Vocals and instruments natively; v1.5 vocal quality now beats Suno v4 in blind tests.
50+ languages with lyric structural tags.
First-class MPS + MLX support and a dedicated Apple-Silicon fork.
ComfyUI native + thriving UI ecosystem (ace-step-ui).
LoRA training is cheap (~1 hour for 8 songs on 3090), well-documented.
Hybrid LM-planner (v1.5) closes the long-range structure gap with Suno.

Cons

v1 vocals are admitted "coarse"; even v1.5 trails Suno on pop/EDM polish.
High seed sensitivity → "gacha" outputs; multiple re-rolls needed in production.
Less-represented languages underperform.
Memory for XL series can exceed 24 GB without offload.
No official v2 announced; the rapid v1 → v1.5 → XL fork hints at API/checkpoint churn.
Smaller benchmark literature than Suno/YuE; some metrics still self-reported.
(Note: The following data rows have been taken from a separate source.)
@cell(
    "NITRIC_HEAT",
    equation="total acid: 6.0 V - 37.4 m S - 16.9 m Cl; barium: 6.0 (20.0 - V1); ions: 6.0 x nitrate",
    source=_WASHINGS,
    standing="derived",
    valid={"acid_volume": (0.0, 500.0), "back_titre": (0.0, 100.0), "mass": (0.0, 20.0)},
    choices={"route": _ROUTES},
    needs=(
        "is_number(acid_volume) and is_number(sulfur) if route == 'total acid' else is_number(back_titre)"
        " if route == 'barium' else is_number(nitrate) and is_number(wash_volume) if route == 'ions'"
        " else route == 'none' or is_number(fixed)",
    ),
)
def nitric_heat(
    route: TEXT,
    acid_volume: ML_OR_BLANK,
    mass: G,
    sulfur: PERCENT_OR_BLANK,
    chlorine: PERCENT_OR_BLANK,
    back_titre: ML_OR_BLANK,
    nitrate: MG_PER_L_OR_BLANK,
    wash_volume: ML_OR_BLANK,
    fixed: J_OR_BLANK,
    heat_per_mL: J_PER_ML,
    sulfur_as_nitric: J_PER_G,
    chlorine_as_nitric: J_PER_G,
) -> J:
    """Heat of formation of nitric acid, by the route of the washings; a blank chlorine is 0."""
    halide = chlorine_as_nitric * mass * chlorine if is_number(chlorine) else 0
    by_acid = heat_per_mL * acid_volume - sulfur_as_nitric * mass * sulfur - halide
    by_titre = heat_per_mL * (CARBONATE_VOLUME - back_titre)
    by_ions = heat_per_mL * (nitrate * wash_volume / MG_PER_G / M_NITRATE / NORMAL_ACID)
    stated = 0 if route == "none" else fixed
    washed = by_titre if route == "barium" else by_ions if route == "ions" else stated
    return by_acid if route == "total acid" else washed
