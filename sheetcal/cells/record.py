"""The record's length, once its state is known to be sound.

Standard library only: this file also runs inside LibreOffice's Python.
"""

from sheetcal.cells.primitives import count
from sheetcal.cells.registry import ONE, TEXT, TIMES, cell


@cell(
    "RECORD_COUNT",
    equation="n = number of readings, only where the record is sound",
    source="the line that judges the record",
    standing="derived",
    choices={"state": ("sound",)},
)
def record_count(state: TEXT, time: TIMES) -> ONE:
    """Number of readings of a record that was found sound."""
    return count(time)
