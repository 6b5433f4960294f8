"""Constants that several topics share: each is a cell with a defined name on the Constants tab."""

from sheetcal.cells.registry import Constant

_IUPAC = "IUPAC conventional atomic weights"
_FACTOR = "unit conversion, exact"

ABSOLUTE_ZERO = Constant(-273.15, "degC", name="absolute_zero", source="SI, exact")
R = Constant(8.31446261815324, "J/(mol K)", name="gas_constant", source="SI 2019, exact")
J_PER_KJ = Constant(1000.0, "J/kJ", name="joule_per_kilojoule", source=_FACTOR)
MG_PER_G = Constant(1000.0, "mg/g", name="milligram_per_gram", source=_FACTOR)
ML_PER_L = Constant(1000.0, "mL/L", name="millilitre_per_litre", source=_FACTOR)
KPA_CM3_PER_J = Constant(1000.0, "kPa cm3/J", name="kilopascal_cm3_per_joule", source=_FACTOR)
KPA_PER_MPA = Constant(1000.0, "kPa/MPa", name="kilopascal_per_megapascal", source=_FACTOR)
J_PER_G_PER_MJ_PER_KG = Constant(1000.0, "J kg/(g MJ)", name="joule_per_gram_in_mj_per_kg", source=_FACTOR)

M_H = Constant(1.008, "g/mol", name="atomic_weight_hydrogen", source=_IUPAC)
M_C = Constant(12.011, "g/mol", name="atomic_weight_carbon", source=_IUPAC)
M_N = Constant(14.007, "g/mol", name="atomic_weight_nitrogen", source=_IUPAC)
M_O = Constant(15.999, "g/mol", name="atomic_weight_oxygen", source=_IUPAC)
M_S = Constant(32.06, "g/mol", name="atomic_weight_sulfur", source=_IUPAC)
M_CL = Constant(35.45, "g/mol", name="atomic_weight_chlorine", source=_IUPAC)
M_WATER = Constant(18.015, "g/mol", name="molar_mass_water", source=_IUPAC)
WATER_VAPORISATION = Constant(
    44004.0,
    "J/mol",
    name="water_vaporisation",
    source="CODATA 1989: H2O gas -241.826, liquid -285.830 kJ/mol",
)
14. Verdict for the user's platform

For a Suno-like platform on M5 Max with 128 GB unified memory, ACE-Step is currently the single strongest open-source choice and should be the default base model:

Best for: full-song generation with vocals in 50+ languages, fast iteration (sub-minute per song expected on M5 Max), genre-specific LoRA fine-tuning, and any deployment where commercial rights matter (Apache/MIT vs Suno's locked-down terms).
Recommended stack: ACE-Step v1.5 XL (4B DiT) + 1.7B Qwen3 planner, run via the clockworksquirrel/ace-step-apple-silicon MPS/MLX fork, served behind the fspecii/ace-step-ui frontend, with ComfyUI workflows for power-user editing.
Weaknesses to mitigate: budget for n-of-k re-roll selection in the product UX (the gacha problem); pair with a Demucs stem-extraction post-process (already in ace-step-ui) so users can mix-down; do not pitch the platform on pop/EDM polish alone — lean into folk/classical/jazz and rap, where ACE-Step now leads.
Where you may still need Suno-style commercial APIs: clients demanding broadcast-radio pop polish; otherwise, ACE-Step is sufficient.